Just not cricket – An Irishman’s Diary about why Thomas MacDonagh left Kilkenny in a hurry

As an ardent cricketer, and a Tipperary man, Thomas MacDonagh might have sensed he was entering a sticky wicket when in 1902 he took up a teaching job in neighbouring Kilkenny, his county's bitter rivals in a different sport involving stick and ball.

But MacDonagh’s early departure from St Kieran’s College, and Kilkenny in general, has usually been attributed to a disagreement over another of his loves, the Irish language. The fee-paying St Kieran’s was an Irish-free zone then, mirroring such elite colleges as Clongowes (where as one former pupil put it, Irish was disdained as “the language of the kitchen”), which in turn followed the curriculum, educational and sporting, of the English public schools.

Hence, MacDonagh's biographers have agreed, his decision to leave Kilkenny in 1903. But an essay in the latest Tipperary Historical Journal argues that it was a rather grubbier sequence of events, more to do with local politics and vested interests, that drove MacDonagh out of the city.

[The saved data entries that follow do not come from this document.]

"""The small pictures: in their frame, in their shape, harmless."""

import re
from xml.etree import ElementTree

import pytest

from web.thumbnails import EDGE, HEIGHT, WIDTH, thumbnail

SEMICIRCLE = [(-1.0, 0.0), (0.0, 1.0), (1.0, 0.0)]


def spots(svg):
    line = ElementTree.fromstring(svg).find("polyline")
    return [tuple(float(number) for number in spot.split(",")) for spot in line.get("points").split()]


def test_a_picture_fills_its_frame():
    (x0, y0), (_, y1), (x2, _) = spots(thumbnail(SEMICIRCLE))
    assert (x0, x2, y1, y0) == (EDGE, WIDTH - EDGE, EDGE, HEIGHT - EDGE)


def test_a_true_shape_has_one_scale():
    (x0, y0), (x1, y1), _ = spots(thumbnail(SEMICIRCLE, true_shape=True))
    assert x1 - x0 == pytest.approx(y0 - y1)


def test_a_depth_grows_downwards():
    (_, y0), (_, y1), _ = spots(thumbnail(SEMICIRCLE, downwards=True))
    assert y1 > y0


@pytest.mark.parametrize("points", [[(0.0, 1.0), (2.0, 1.0)], [(1.0, 0.0), (1.0, 5.0)]])
@pytest.mark.parametrize("true_shape", [False, True])
def test_a_straight_line_stays_in_the_frame(points, true_shape):
    for x, y in spots(thumbnail(points, true_shape=true_shape)):
        assert EDGE <= x <= WIDTH - EDGE
        assert EDGE <= y <= HEIGHT - EDGE


def test_one_point_is_no_curve():
    with pytest.raises(ValueError, match="at least two points"):
        thumbnail([(0.0, 0.0)])


def test_a_title_is_text_for_those_who_cannot_see_the_picture():
    assert 'role="img" aria-label="a &lt;b&gt;"' in thumbnail(SEMICIRCLE, title="a <b>")
    assert 'aria-hidden="true"' in thumbnail(SEMICIRCLE)
    assert not re.search("style=", thumbnail(SEMICIRCLE))
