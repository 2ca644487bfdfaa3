"""The list of runs and the home page, from plain records."""

from datetime import UTC, datetime

import pytest

from web.pages.home import Sample, home_page
from web.pages.runs import run_row, runs_page
from web.render import render
from web.thumbnails import Sketch

NOW = datetime(2026, 12, 1, 15, 0, tzinfo=UTC)
FINISHED = {
    "id": "abc", "title": "Chute", "state": "finished", "verdict": "local minimum", "value": 0.72831, "seconds": 0.14,
    "value_error": 1e-4, "value_unit": "s", "created": NOW.timestamp() - 60,
}  # fmt: skip


def test_a_finished_run_says_verdict_value_and_error():
    row = run_row(FINISHED, NOW)
    assert (row.outcome, row.tone, row.took) == ("local minimum", "good", "0.14\N{NO-BREAK SPACE}s")
    assert row.value == "0.7283 ± 0.0001\N{NO-BREAK SPACE}s"
    assert (row.delete, row.stop) == ("/runs/abc/delete", "")


def test_a_run_on_its_way_can_be_stopped_and_not_deleted():
    row = run_row({"id": "abc", "state": "solving", "created": 0.0, "verdict": None, "value": None}, NOW)
    assert (row.title, row.outcome, row.value) == ("Untitled problem", "solving", "—")
    assert (row.delete, row.stop) == ("", "/runs/abc/stop")


@pytest.mark.parametrize("state", ["", "failed"])
def test_an_empty_list_says_so_and_leads_on(state):
    html = render(runs_page([], now=NOW, state=state))
    assert ("No run is like that." in html) == bool(state)
    assert "<table" not in html


def test_pages_of_the_list_keep_the_filter():
    page = runs_page([FINISHED], now=NOW, state="finished", after="c1", next_cursor="c2")
    assert (page.older, page.newest) == ("/runs?state=finished&after=c2", "/runs?state=finished")
    assert [choice.label for choice in page.choices if choice.chosen] == ["finished"]


def test_each_filter_keeps_the_others():
    page = runs_page([FINISHED], now=NOW, state="finished", verdict="local minimum", text="a&b", next_cursor="c2")
    assert page.older == "/runs?state=finished&verdict=local+minimum&q=a%26b&after=c2"
    assert {choice.address for choice in page.choices if choice.label in ("all", "failed")} == {
        "/runs?verdict=local+minimum&q=a%26b",
        "/runs?state=failed&verdict=local+minimum&q=a%26b",
    }
    html = render(page)
    assert 'name="q" value="a&amp;b"' in html
    assert '<input type="hidden" name="state" value="finished">' in html
    assert "<option selected>local minimum</option>" in html
    assert html.count("selected") == 1


def test_titles_are_escaped():
    assert "<b>" not in render(runs_page([{**FINISHED, "title": "<b>"}], now=NOW))


def test_home_shows_each_sample_with_its_picture_and_a_solve_button():
    samples = [
        Sample("hose", "A hose", "It hangs.", Sketch(((0.0, 0.0), (1.0, 1.0)))),
        Sample("fin", "A fin", "It cools."),
    ]
    page = home_page(samples, recent=[], example='{"format": 1}', base_url="http://localhost:8000/", now=NOW)
    html = render(page)
    assert html.count('class="thumb"') == 1
    assert 'href="/compose?sample=hose"' in html
    assert 'aria-label="Solve now: A fin"' in html
    assert "Nothing has been solved here yet." in html
    assert "http://localhost:8000/api/v1/runs" in page.curl
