def _fit(solution: Solution, problem: Problem, units: _Units) -> dict[str, Any] | None:
    """The fit to observations; a covariance is in the units of its two parameters."""
    fit = solution.fit
    if fit is None:
        return None
    first = fit.observations[0].unit
    own = PLAIN if fit.weighted else first
    names = [name for name in fit.names if name in solution.parameters]
    kept = [fit.names.index(name) for name in names]
    matrix = None
    if fit.covariance is not None:
        sizes = np.array([units.parameter(name).factor for name in names])
        matrix = fit.covariance[np.ix_(kept, kept)] / sizes[:, None] / sizes
    return {
        "points": fit.points,
        "sigmas_known": fit.weighted,
        "sum_of_squares": _finite(fit.squares / own.factor**2),
        "degrees_of_freedom": _finite(fit.freedom),
        "spread": _in(fit.spread, own),
        "unit": own.text,
        "parameters": {
            name: {
                "value": _in(solution.parameters[name], units.parameter(name)),
                "sigma": None if matrix is None else _finite(float(np.sqrt(max(matrix[k, k], 0.0)))),
                "unit": units.parameter(name).text,
            }
            for k, name in enumerate(names)
        },
        "covariance": None if matrix is None else [[_finite(float(v)) for v in row] for row in matrix],
        "lists": [_fitted(fitted, problem) for fitted in fit.observations],
    }


def _fitted(fitted: Fitted, problem: Problem) -> dict[str, Any]:
    unit = fitted.unit

    def column(values: Array | None, of: Unit = unit) -> list[float | None] | None:
        return None if values is None else _numbers(values, of)

    return {
        "of": fitted.label,
        "arc": fitted.arc,
        "pointer": fitted.pointer,
        "unit": unit.text,
        "place": column(fitted.places, problem.independent_unit),
        "observed": column(fitted.observed),
        "fitted": column(fitted.fitted),
        "residual": column(fitted.observed - fitted.fitted),
        "sigma": column(fitted.sigma),
        "normalised": column(fitted.normalised, PLAIN),
        "fitted_sigma": column(fitted.fitted_sigma),
    }


def _by_arc(found: Solution | SweepPoint | Change) -> list[tuple[str, Curve]]:
    """The arcs of a curve with their names; a curve without arcs is one without a name."""
    return [(arc.name, arc.curve) for arc in found.arcs] if found.curve is None else [("", found.curve)]


def _curve(solution: Solution, problem: Problem, units: _Units) -> dict[str, Any] | None:
    arcs = _by_arc(solution)
    if not arcs:
        return None
    functions = {name: units.function(name) for _, curve in arcs for name in curve.functions}
    return {
        "independent": {"name": problem.independent, "unit": problem.independent_unit.text},
        "error": _finite(solution.curve_error),
        "arcs": [_arc(name, curve, functions, problem.independent_unit) for name, curve in arcs],
        "units": {name: unit.text for name, unit in functions.items()},
    }


def _costates(solution: Solution, problem: Problem, units: _Units) -> dict[str, Any]:
    """Costates are value per state; the multiplier of a pointwise condition is that per unit of the way too."""
    arcs = [(arc.name, arc.costates) for arc in solution.arcs if arc.costates is not None]
    if solution.costates is not None:
        arcs = [("", solution.costates)]
    value, way = problem.value_unit, problem.independent_unit
    pointwise = (*problem.constraints, *(condition for arc in problem.arcs for condition in arc.constraints))
    conditions = {condition.label: condition.unit for condition in pointwise}
    multipliers: dict[str, Unit] = {}
    for name in dict.fromkeys(name for _, curve in arcs for name in curve.functions):
        if (limit := conditions.get(name)) is not None:
            text = per(per(value.text, limit.text), way.text)
            multipliers[name] = Unit(text, value.factor / (limit.factor * way.factor))
        else:
            state = units.function(name)
            multipliers[name] = Unit(per(value.text, state.text), value.factor / state.factor)
    return {
        "arcs": [_arc(name, curve, multipliers, way) for name, curve in arcs],
        "units": {name: unit.text for name, unit in multipliers.items()},
    }


def _where(place: float | None, subject: str, independent: Unit) -> dict[str, Any] | None:
    return None if place is None and not subject else {"place": _in(place, independent), "subject": subject}


def _check(check: Check, problem: Problem) -> dict[str, Any]:
    return {
        "name": check.name,
        "status": check.status.value,
        "figure": _finite(check.figure),
        "threshold": _finite(check.threshold),
        "where": _where(check.place, check.subject, problem.independent_unit),
        "sentence": check.sentence,
    }


def _price(price: Price, problem: Problem, units: _Units) -> dict[str, Any]:
    """SI value per SI limit; in the user's units one raises the limit by one of *its* units."""
    limit = units.condition(price.label, price.pointer) or PLAIN
    unit = Unit(per(problem.value_unit.text, limit.text), problem.value_unit.factor / limit.factor)
    return {
        "condition": price.label,
        "pointer": price.pointer,
        "price": _in(price.price, unit),
        "unit": unit.text,
    }


def _slope(slope: Slope, problem: Problem) -> dict[str, Any]:
    """The slope in the units of value and constant; what one standard deviation of the constant moves the value by."""
    own = next(constant.unit for constant in problem.constants if constant.name == slope.constant)
    unit = Unit(per(problem.value_unit.text, own.text), problem.value_unit.factor / own.factor)
    return {
        "constant": slope.constant,
        "slope": _in(slope.slope, unit),
        "unit": unit.text,
        "tolerance": _in(slope.tolerance, own),
        "contribution": _in(slope.contribution, problem.value_unit),
    }
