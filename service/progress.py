"""Progress of runs, in memory only: numbered events per run, kept long enough to resume, thinned for human eyes.

`publish` may be called from any thread; `follow` and `ended` belong to an event loop.  Iterations are coalesced to a
rate that a page can show; the last one before any other event is always kept.
"""

from __future__ import annotations

import asyncio
import contextlib
import secrets
import threading
import time
from collections import OrderedDict, deque
from collections.abc import AsyncIterator, Callable, Iterator
from contextlib import contextmanager
from dataclasses import dataclass, field
from typing import Any

_INTERVAL = 1 / 15  # seconds between two iterations that are shown
_KEPT_EVENTS = 512  # of a run in the middle
_KEPT_AFTER_END = 32  # once nobody follows it any more
_KEPT_RUNS = 300  # beyond those that somebody follows, the longest untouched are forgotten
_QUIET_SECONDS = 2.0


@dataclass(frozen=True, slots=True)
class Event:
    """One event; `id` is for `Last-Event-ID`, `data` as in the developers' guide."""

    id: str
    data: dict[str, Any]


@dataclass(slots=True)
class _Channel:
    """What is known of one run."""

    # Numbers alone would mislead a reader who comes back after the server has begun to count anew.
    name: str = field(default_factory=lambda: secrets.token_hex(4))
    events: deque[tuple[int, dict[str, Any]]] = field(default_factory=lambda: deque(maxlen=_KEPT_EVENTS))
    number: int = 0
    shown: float = 0.0  # when the last event was kept
    pending: dict[str, Any] | None = None
    over: bool = False
    bells: set[Callable[[], None]] = field(default_factory=set)  # of those who follow
    last_bells: set[Callable[[], None]] = field(default_factory=set)  # of those who only want to know of the end

    @property
    def listened(self) -> bool:
        return bool(self.bells or self.last_bells)

    def keep(self, data: dict[str, Any]) -> None:
        self.number += 1
        self.events.append((self.number, data))
        self.shown = time.monotonic()
        self.over = data["kind"] == "end"

    def flush(self) -> None:
        if self.pending is not None:
            data, self.pending = self.pending, None
            self.keep(data)

    def trim(self) -> None:
        """Give back what hardly anybody will ask for."""
        if self.over and not self.listened:
            while len(self.events) > _KEPT_AFTER_END:
                self.events.popleft()

    def since(self, number: int) -> list[tuple[int, dict[str, Any]]]:
        return [event for event in self.events if event[0] > number]


class Progress:
    """The progress of all runs of this server."""

    def __init__(self) -> None:
        self._lock = threading.Lock()
        self._channels: OrderedDict[str, _Channel] = OrderedDict()

    def publish(self, run: str, data: dict[str, Any]) -> None:
        """Tell an event to all who follow the run; the kind "end" is the last one."""
        with self._lock:
            channel = self._channel(run)
            if channel.over:
                return
            if data["kind"] in ("iteration", "point"):
                soon = time.monotonic() - channel.shown < _INTERVAL
                ring = not soon or channel.pending is None
                channel.pending = data
                if not soon:
                    channel.flush()
            else:
                ring = True
                channel.flush()
                channel.keep(data)
                channel.trim()
            bells = (*(channel.bells if ring else ()), *(channel.last_bells if channel.over else ()))
        for bell in bells:
            bell()

    async def follow(self, run: str, after: str | None = None) -> AsyncIterator[Event | None]:
        """The events after the one with the id `after`, to the end; None whenever nothing came for a while."""
        with self._listening(run, lambda channel: channel.bells) as (channel, bell):
            name, _, place = (after or "").rpartition(".")
            number = int(place) if name == channel.name and place.isdecimal() else 0
            while True:
                bell.clear()
                with self._lock:
                    fresh, pending, over = channel.since(number), channel.pending is not None, channel.over
                for number, data in fresh:
                    yield Event(f"{channel.name}.{number}", data)
                if over:
                    return
                try:
                    await asyncio.wait_for(bell.wait(), _INTERVAL if pending else _QUIET_SECONDS)
                except TimeoutError:
                    if pending:
                        with self._lock:
                            channel.flush()
                    else:
                        yield None

    async def ended(self, run: str, seconds: float) -> bool:
        """Wait for the end of a run; False where it has not come in time."""
        with self._listening(run, lambda channel: channel.last_bells) as (channel, bell):
            with contextlib.suppress(TimeoutError):
                async with asyncio.timeout(seconds):
                    if not channel.over:
                        await bell.wait()
            return channel.over

    def _channel(self, run: str) -> _Channel:
        """The channel of a run, made where there is none; the caller holds the lock."""
        channel = self._channels.get(run)
        if channel is None:
            channel = self._channels[run] = _Channel()
            if len(self._channels) > _KEPT_RUNS:
                idle = (name for name, other in self._channels.items() if not other.listened and other is not channel)
                if (oldest := next(idle, None)) is not None:
                    del self._channels[oldest]
        else:
            self._channels.move_to_end(run)
        return channel

    @contextmanager
    def _listening(
        self, run: str, bells: Callable[[_Channel], set[Callable[[], None]]]
    ) -> Iterator[tuple[_Channel, asyncio.Event]]:
        loop, event = asyncio.get_running_loop(), asyncio.Event()

        def bell() -> None:
            with contextlib.suppress(RuntimeError):  # the loop is closed: nobody listens any more
                loop.call_soon_threadsafe(event.set)

        with self._lock:
            channel = self._channel(run)
            bells(channel).add(bell)
        try:
            yield channel, event
        finally:
            with self._lock:
                bells(channel).discard(bell)
                channel.trim()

And that in the dirty fight he found himself in, his fondness for cricket, rugby, and, above all, poetry, were all used against him. The essay, by Proinsias Ó Drisceoil, suggests MacDonagh's days in Kilkenny were numbered after a meeting of the local Gaelic League on June 1st, 1903. In his role as joint-secretary, the Tipperary man raised a violation by two named branch members of the rule that, where possible, Gaelic Leaguers should support each other for election to public positions.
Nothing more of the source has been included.